Mahdavi Gorabi Armita, Hasani Motahareh, Djalalinia Shirin, Zarei Maryam, Ejtahed Hanieh, Abdar Mohammad Esmaeili, Asayesh Hamid, Azimzadeh Mehdi, Qorbani Mostafa, Noroozi Mehdi
1Department of Basic and Clinical Research, Tehran Heart Center, Tehran University of Medical Sciences, Tehran, Iran.
2School of Public Health, Iran University of Medical Sciences, Tehran, Iran.
J Diabetes Metab Disord. 2019 Jul 4;18(2):349-362. doi: 10.1007/s40200-019-00419-w. eCollection 2019 Dec.
The association between selenium supplementation and glycemic indices seems to be a controversial issue. This systematic review and meta-analysis was conducted to evaluate the effect of selenium supplementation on glycemic indices.
We systematically searched PubMed/MEDLINE, ISI/WOS, and Scopus (from their commencements up to Jan 2016) for relevant studies examining the association between intake of selenium and glycemic indices. The data were extracted from relevant qualified studies and estimated using the random-effect or pooled model and standardized mean difference (SMD) with 95% confidence interval (CI).
Twelve articles published between 2004 and 2016 were included. In all the studies, the participants were randomly assigned to an intervention group ( = 757) or a control group( = 684). All the studies were double blind, placebo controlled trials. Selenium supplementation resulted in a significant decrease in homeostasis model of assessment-estimated β-cell function (HOMA-B) (SMD: -0.63; 95%CI: -0.89 to -0.38) and a significant increase in quantitative insulin sensitivity check index (QUICKI) (SMD: by 0.74; 95%CI: 0.49 to 0.1) as compared with the controls. There were no statistically significant improvements in glycemic indices, such as fasting plasma glucose (FPG), insulin, homeostasis model of assessment-estimated insulin resistance (HOMA-IR), Hemoglobin A1c (HbA1c) and adiponectin.

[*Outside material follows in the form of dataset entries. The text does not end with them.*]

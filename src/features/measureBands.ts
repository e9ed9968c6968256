import type { Continuum } from '../continuum/types.ts'
import { smoothToFwhm } from '../numeric/smoothToFwhm.ts'
import type { Spectrum } from '../spectrum/types.ts'
import type { BandWindow } from '../tables/types.ts'
import type { RestFrame } from '../velocity/types.ts'
import { type Pixels, type WindowMean, firstPixelAbove, partMean, pixelsOf, windowMean } from './pixels.ts'
import type { Measurement } from './types.ts'
import { SPEED_OF_LIGHT } from '../numeric/speedOfLight.ts'

/** Which side-band features are measured, and at what resolution. */
export interface BandOptions {
  readonly windows: readonly BandWindow[]
  /** FWHM [Å] now (0 when not known) and as wanted for all spectra alike. */
  readonly resolution?: { readonly current?: number; readonly common: number }
}

/** A window that has less than this share of itself inside the data is `uncovered`. */
const COVERED = 0.98
/** A window with less than this share of usable samples is `masked`. */
const USED = 0.7
/** Å at 5000 Å: over this distance the continuum's error at two places is independent; see `fitContinuum`. */
const CONTINUUM_PERIOD = 700
/** Magnitudes per unit of relative flux, 2.5 / ln 10. */
const MAG = 2.5 / Math.LN10

/**
 * Strengths of features against the straight line through the mean flux of two side bands, at their middles
 * (Worthey 1994, ApJS 95, 107; Trager et al. 1998, ApJS 116, 1): Å as ∫(1 − F/Fc) dλ, mag as −2.5 log₁₀ of the mean of
 * F/Fc; positive in absorption, in the star's rest frame. The spectrum is divided by its continuum first, so that a slope
 * or a curved response has no part in wide side bands. Of each pixel only the part inside a window counts. One
 * measurement a window, in their order.
 */
export function measureBands(
  spectrum: Spectrum,
  continuum: Continuum,
  frame: RestFrame,
  { windows, resolution }: BandOptions,
): Measurement[] {
  const pixels = pixelsOf(spectrum, continuum)
  const flux = resolution
    ? smoothToFwhm(pixels.wavelength, pixels.flux, spectrum.usable, {
        from: resolution.current ?? 0,
        to: resolution.common,
      })
    : pixels.flux
  return windows.map((window) => measureBand(pixels, flux, 1 + frame.velocity / SPEED_OF_LIGHT, window))
}

function measureBand(pixels: Pixels, flux: Float64Array, stretch: number, window: BandWindow): Measurement {
  const { feature, species, wavelength: wavelengthRest, unit } = window
  const base = { feature, species, wavelengthRest, unit, method: 'side bands' } as const
  const mean = ([lo, hi]: readonly [number, number]) => windowMean(pixels, lo * stretch, hi * stretch, flux)
  const blue = mean(window.blue)
  const red = mean(window.red)
  const band = mean(window.band)
  const failed = notMeasurable(window, blue, band, red)
  if (failed) return { ...base, ...failed }
  if (!(blue.mean > 0) || !(red.mean > 0))
    return { ...base, status: 'masked', reason: 'a side band has no positive mean flux' }
  const { width, depth, variance, byBlue, byRed } = integrateBand(pixels, flux, stretch, window, blue, red)
  const distance = (red.centre - blue.centre) / ((CONTINUUM_PERIOD * wavelengthRest * stretch) / 5000)
  const middle = Math.min(pixels.wavelength.length - 1, firstPixelAbove(pixels, wavelengthRest * stretch))
  const bend = pixels.levelError[middle] * Math.min(1, distance * distance) * (width - depth)
  const scale = unit === 'mag' ? MAG / (width - depth) : 1 / stretch
  const ew = unit === 'mag' ? -MAG * Math.log(1 - depth / width) : depth / stretch
  if (!Number.isFinite(ew)) return { ...base, status: 'masked', reason: 'the band has no positive mean flux' }
  const ewErrNoise = Math.sqrt(variance) * scale
  const ewErrContinuum = Math.sqrt(byBlue * byBlue * blue.variance + byRed * byRed * red.variance + bend * bend) * scale
  const ewErr = Math.hypot(ewErrNoise, ewErrContinuum)
  const found = { ...base, ew, ewErrNoise, ewErrContinuum, ewErr, depth: depth / width }
  return Math.abs(ew) >= 3 * ewErr
    ? { ...found, status: 'measured' }
    : { ...found, status: 'absent', reason: 'weaker than three standard errors', limit3sigma: 3 * ewErr }
}

/** ∫(1 − F/Fc) dλ over the band in the observed frame, its variance, and how it follows the two side-band means. */
function integrateBand(
  pixels: Pixels,
  flux: Float64Array,
  stretch: number,
  window: BandWindow,
  blue: WindowMean,
  red: WindowMean,
) {
  const { lower, upper, noise } = pixels
  const lo = window.band[0] * stretch
  const hi = window.band[1] * stretch
  const distance = red.centre - blue.centre
  const apart = distance > 1e-6 * lo
  const slope = apart ? (red.mean - blue.mean) / distance : 0
  const start = apart ? blue.mean : 0.5 * (blue.mean + red.mean)
  let light = 0
  let variance = 0
  let width = 0
  let byBlue = 0
  let byRed = 0
  for (let i = firstPixelAbove(pixels, lo); i < lower.length && lower[i] < hi; i++) {
    if (!(flux[i] === flux[i])) continue
    const from = lower[i] > lo ? lower[i] : lo
    const to = upper[i] < hi ? upper[i] : hi
    const part = to - from
    const place = 0.5 * (from + to) - blue.centre
    const level = start + slope * place
    const ratio = (part * (part < upper[i] - lower[i] ? partMean(pixels, flux, i, [from, to]) : flux[i])) / level
    const share = apart ? place / distance : 0.5
    light += ratio
    variance += ((part * noise[i]) / level) ** 2
    byBlue += (ratio / level) * (1 - share)
    byRed += (ratio / level) * share
    width += part
  }
  const whole = (hi - lo) / width
  return {
    width: hi - lo,
    depth: hi - lo - light * whole,
    variance: variance * whole * whole,
    byBlue: byBlue * whole,
    byRed: byRed * whole,
  }
}

function notMeasurable(window: BandWindow, blue: WindowMean, band: WindowMean, red: WindowMean) {
  const parts = [
    ['blue side band', window.blue, blue],
    ['band', window.band, band],
    ['red side band', window.red, red],
  ] as const
  for (const [name, [lo, hi], { covered }] of parts)
    if (covered < COVERED)
      return {
        status: 'uncovered',
        reason: `${name} ${lo}–${hi} Å lies outside the data by ${percent(1 - covered)}`,
      } as const
  for (const [name, [lo, hi], { used }] of parts)
    if (used < USED)
      return { status: 'masked', reason: `${name} ${lo}–${hi} Å has ${percent(used)} usable samples` } as const
  return undefined
}

function percent(share: number): string {
  return `${Math.round(100 * share)} %`
}
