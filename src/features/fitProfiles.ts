import { type Model, levenbergMarquardt } from '../numeric/levenbergMarquardt.ts'
import { PARAMETERS, type ProfileShape, profile, profileArea, profileFwhm } from '../numeric/profiles.ts'
import { FWHM_PER_SIGMA } from '../numeric/smoothToFwhm.ts'
import { type Pixels, firstPixelAbove } from './pixels.ts'

/** A line to be fitted: where it should be [Å, observed frame], its shape and a first width. */
export interface ProfileStart {
  readonly centre: number
  readonly shape: ProfileShape
  /** Å, FWHM. */
  readonly fwhm: number
  /** Å: the fitted centre may lie this far from the first one. */
  readonly reach: number
  /** Å: no line is taken to be wider, FWHM. */
  readonly widest: number
  /** What is fitted: all, all but the widths, or the depth alone; the rest stays at its first value. */
  readonly free: 'all' | 'centre' | 'depth'
}

/** A fitted line [Å, observed frame]. */
export interface FittedProfile {
  readonly shape: ProfileShape
  readonly area: number
  readonly errNoise: number
  readonly errContinuum: number
  readonly centre: number
  readonly centreErr: number
  readonly fwhm: number
  readonly fwhmErr: number
  readonly depth: number
  readonly depthErr: number
  readonly free: ProfileStart['free']
}

/** Profiles fitted together, and how well they fit. */
export interface ProfileFit {
  readonly lines: readonly FittedProfile[]
  readonly chiSquare: number
  readonly degreesOfFreedom: number
}

/** A fit that is worse than noise allows by this many standard deviations of χ² has its errors scaled up. */
const BAD_FIT = 3

/**
 * Profiles fitted together to 1 − F/Fc over [lo, hi] of the observed frame; undefined where the fit fails (too few
 * samples, or no minimum within bounds).
 */
export function fitProfiles(
  pixels: Pixels,
  [lo, hi]: readonly [number, number],
  starts: readonly ProfileStart[],
): ProfileFit | undefined {
  const first = firstPixelAbove(pixels, lo)
  let end = first
  while (end < pixels.lower.length && pixels.upper[end] <= hi) end++
  const n = end - first
  const offsets: number[] = []
  const free: number[] = []
  let p = 0
  for (const one of starts) {
    offsets.push(p)
    for (let j = 0; j < PARAMETERS[one.shape]; j++) if (j <= LAST_FREE[one.free]) free.push(p + j)
    p += PARAMETERS[one.shape]
  }
  const y = new Float64Array(n)
  const weight = new Float64Array(n)
  const step = n ? (pixels.upper[end - 1] - pixels.lower[first]) / n : 0
  let used = 0
  for (let i = 0; i < n; i++) {
    const value = pixels.flux[first + i]
    if (!(value === value)) continue
    y[i] = 1 - value
    weight[i] = 1 / pixels.noise[first + i] ** 2
    used++
  }
  if (used < free.length + 1) return undefined
  const start = firstParameters(pixels, starts, offsets, p)
  const whole = start.slice()
  const scratch = new Float64Array(5)
  const derivatives = new Float64Array(p)
  const model = (parameters: Float64Array, values: Float64Array, jacobian: Float64Array): void => {
    for (let j = 0; j < free.length; j++) whole[free[j]] = parameters[j]
    for (let i = 0; i < n; i++) {
      values[i] = 0
      if (weight[i] === 0) continue
      const x = pixels.wavelength[first + i]
      for (let k = 0; k < starts.length; k++) {
        profile(starts[k].shape, x, whole, offsets[k], scratch)
        values[i] += scratch[0]
        for (let j = 0; j < PARAMETERS[starts[k].shape]; j++) derivatives[offsets[k] + j] = scratch[j + 1]
      }
      for (let j = 0; j < free.length; j++) jacobian[i * free.length + j] = derivatives[free[j]]
    }
  }
  const bounds = parameterBounds(starts, offsets, p, step)
  const lower = Float64Array.from(free, (j) => bounds[j][0])
  const upper = Float64Array.from(free, (j) => bounds[j][1])
  const fit = levenbergMarquardt(model, y, weight, { start: Float64Array.from(free, (j) => start[j]), lower, upper })
  if (!fit.converged || !Number.isFinite(fit.covariance[0])) return undefined
  for (let j = 0; j < free.length; j++) {
    const [least, most, mayRest] = bounds[free[j]]
    const value = fit.parameters[j]
    if (!mayRest && (value <= least || value >= most)) return undefined
    whole[free[j]] = value
  }
  const covariance = new Float64Array(p * p)
  for (let a = 0; a < free.length; a++)
    for (let b = 0; b < free.length; b++) covariance[free[a] * p + free[b]] = fit.covariance[a * free.length + b]
  const pull = continuumPull(fit.parameters, { weight, pixels, first, model })
  const wholePull = new Float64Array(p)
  for (let j = 0; j < free.length; j++) wholePull[free[j]] = pull[j]
  const degreesOfFreedom = used - free.length
  return describe({
    starts,
    offsets,
    parameters: whole,
    covariance,
    pull: wholePull,
    chiSquare: fit.chiSquare,
    degreesOfFreedom,
  })
}

/** Least and greatest value of every parameter, and whether a fit may come to rest there. */
function parameterBounds(starts: readonly ProfileStart[], offsets: readonly number[], size: number, step: number) {
  const bounds = new Array<readonly [number, number, boolean]>(size).fill([-Infinity, 2, false])
  starts.forEach(({ centre, shape, reach, widest }, k) => {
    const at = offsets[k]
    bounds[at + 1] = [centre - reach, centre + reach, false]
    bounds[at + 2] = [0.2 * step, shape === 'lorentzian' ? widest / 2 : widest / FWHM_PER_SIGMA, false]
    if (shape === 'voigt') {
      bounds[at + 2] = [0.2 * step, widest / FWHM_PER_SIGMA, true]
      bounds[at + 3] = [0, widest, true]
    }
  })
  return bounds
}

/** Last parameter of a line (depth, centre, widths) that is fitted. */
const LAST_FREE = { all: 3, centre: 1, depth: 0 } as const

function firstParameters(
  pixels: Pixels,
  starts: readonly ProfileStart[],
  offsets: readonly number[],
  size: number,
): Float64Array {
  const parameters = new Float64Array(size)
  for (let k = 0; k < starts.length; k++) {
    const { centre, shape, fwhm } = starts[k]
    const at = firstPixelAbove(pixels, centre)
    let sum = 0
    let count = 0
    for (let i = Math.max(0, at - 1); i <= Math.min(pixels.flux.length - 1, at + 1); i++)
      if (pixels.flux[i] === pixels.flux[i]) {
        sum += 1 - pixels.flux[i]
        count++
      }
    const depth = count ? sum / count : 0
    const o = offsets[k]
    parameters[o] = Math.abs(depth) < 1e-3 ? 1e-3 : Math.min(depth, 2)
    parameters[o + 1] = centre
    parameters[o + 2] = shape === 'lorentzian' ? fwhm / 2 : fwhm / FWHM_PER_SIGMA / (shape === 'voigt' ? 1.6 : 1)
    if (shape === 'voigt') parameters[o + 3] = fwhm / 4
  }
  return parameters
}

interface Fitted {
  readonly starts: readonly ProfileStart[]
  readonly offsets: readonly number[]
  readonly parameters: Float64Array
  /** 0 where a parameter was not fitted. */
  readonly covariance: Float64Array
  readonly pull: Float64Array
  readonly chiSquare: number
  readonly degreesOfFreedom: number
}

function describe({ starts, offsets, parameters, covariance, pull, chiSquare, degreesOfFreedom }: Fitted): ProfileFit {
  const p = parameters.length
  const excess = chiSquare / degreesOfFreedom
  const scale = excess > 1 + BAD_FIT * Math.sqrt(2 / degreesOfFreedom) ? Math.sqrt(excess) : 1
  const lines = starts.map(({ shape, free }, k) => {
    const at = offsets[k]
    const gradient = areaGradient(shape, parameters, at)
    let variance = 0
    let shift = 0
    for (let a = 0; a < gradient.length; a++) {
      for (let b = 0; b < gradient.length; b++)
        variance += gradient[a] * gradient[b] * covariance[(at + a) * p + at + b]
      for (let b = 0; b < p; b++) shift += gradient[a] * covariance[(at + a) * p + b] * pull[b]
    }
    const fwhm = profileFwhm(shape, parameters, at)
    const sd = (j: number) => scale * Math.sqrt(covariance[(at + j) * p + at + j])
    return {
      shape,
      area: profileArea(shape, parameters, at),
      errNoise: scale * Math.sqrt(Math.max(0, variance)),
      errContinuum: Math.abs(shift),
      centre: parameters[at + 1],
      centreErr: sd(1),
      fwhm,
      fwhmErr: (sd(2) * fwhm) / parameters[at + 2],
      depth: parameters[at],
      depthErr: sd(0),
      free,
    }
  })
  return { lines, chiSquare, degreesOfFreedom }
}

interface Fitting {
  readonly weight: Float64Array
  readonly pixels: Pixels
  readonly first: number
  readonly model: Model
}

/** Jᵀ W δ, where δ is what a level too high by its 1 σ adds to 1 − F/Fc. */
function continuumPull(parameters: Float64Array, { weight, pixels, first, model }: Fitting): Float64Array {
  const n = weight.length
  const p = parameters.length
  const jacobian = new Float64Array(n * p)
  model(parameters, new Float64Array(n), jacobian)
  const pull = new Float64Array(p)
  for (let i = 0; i < n; i++) {
    if (weight[i] === 0) continue
    const shift = weight[i] * pixels.flux[first + i] * pixels.levelError[first + i]
    for (let a = 0; a < p; a++) pull[a] += jacobian[i * p + a] * shift
  }
  return pull
}

/** ∂area/∂parameters of one line, by central differences (the area is smooth and cheap). */
function areaGradient(shape: ProfileShape, parameters: Float64Array, at: number): Float64Array {
  const count = PARAMETERS[shape]
  const own = parameters.slice(at, at + count)
  const gradient = new Float64Array(count)
  for (let j = 0; j < count; j++) {
    if (j === 1) continue
    const h = 1e-4 * (Math.abs(own[j]) || 1e-3)
    own[j] += h
    const high = profileArea(shape, own)
    own[j] -= 2 * h
    gradient[j] = (high - profileArea(shape, own)) / (2 * h)
    own[j] += h
  }
  return gradient
}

This meta-analysis indicated that selenium supplementation significantly decreased HOMA-B and increased QUICKI score. There was no statistically significant improvement in FPG, insulin, HOMA-IR, HbA1c and adiponectin indices following selenium supplementation.
补充硒与血糖指数之间的关联似乎是一个有争议的问题。本系统评价和荟萃分析旨在评估补充硒对血糖指数的影响。
我们系统检索了PubMed/MEDLINE、ISI/WOS和Scopus(从其创刊至2016年1月),以查找有关研究硒摄入量与血糖指数之间关联的相关研究。数据从相关合格研究中提取,并使用随机效应或合并模型以及95%置信区间(CI)的标准化均值差(SMD)进行估计。
纳入了2004年至2016年发表的12篇文章。在所有研究中,参与者被随机分配到干预组(n = 757)或对照组(n = 684)。所有研究均为双盲、安慰剂对照试验。与对照组相比,补充硒导致评估β细胞功能的稳态模型(HOMA-B)显著降低(SMD:-0.63;95%CI:-0.89至-0.38),定量胰岛素敏感性检查指数(QUICKI)显著升高(SMD:0.74;95%CI:0.49至0.1)。血糖指数,如空腹血糖(FPG)、胰岛素、评估胰岛素抵抗的稳态模型(HOMA-IR)、糖化血红蛋白(HbA1c)和脂联素,均无统计学上的显著改善。
该荟萃分析表明,补充硒显著降低了HOMA-B并提高了QUICKI评分。补充硒后,FPG、胰岛素、HOMA-IR、HbA1c和脂联素指数无统计学上的显著改善。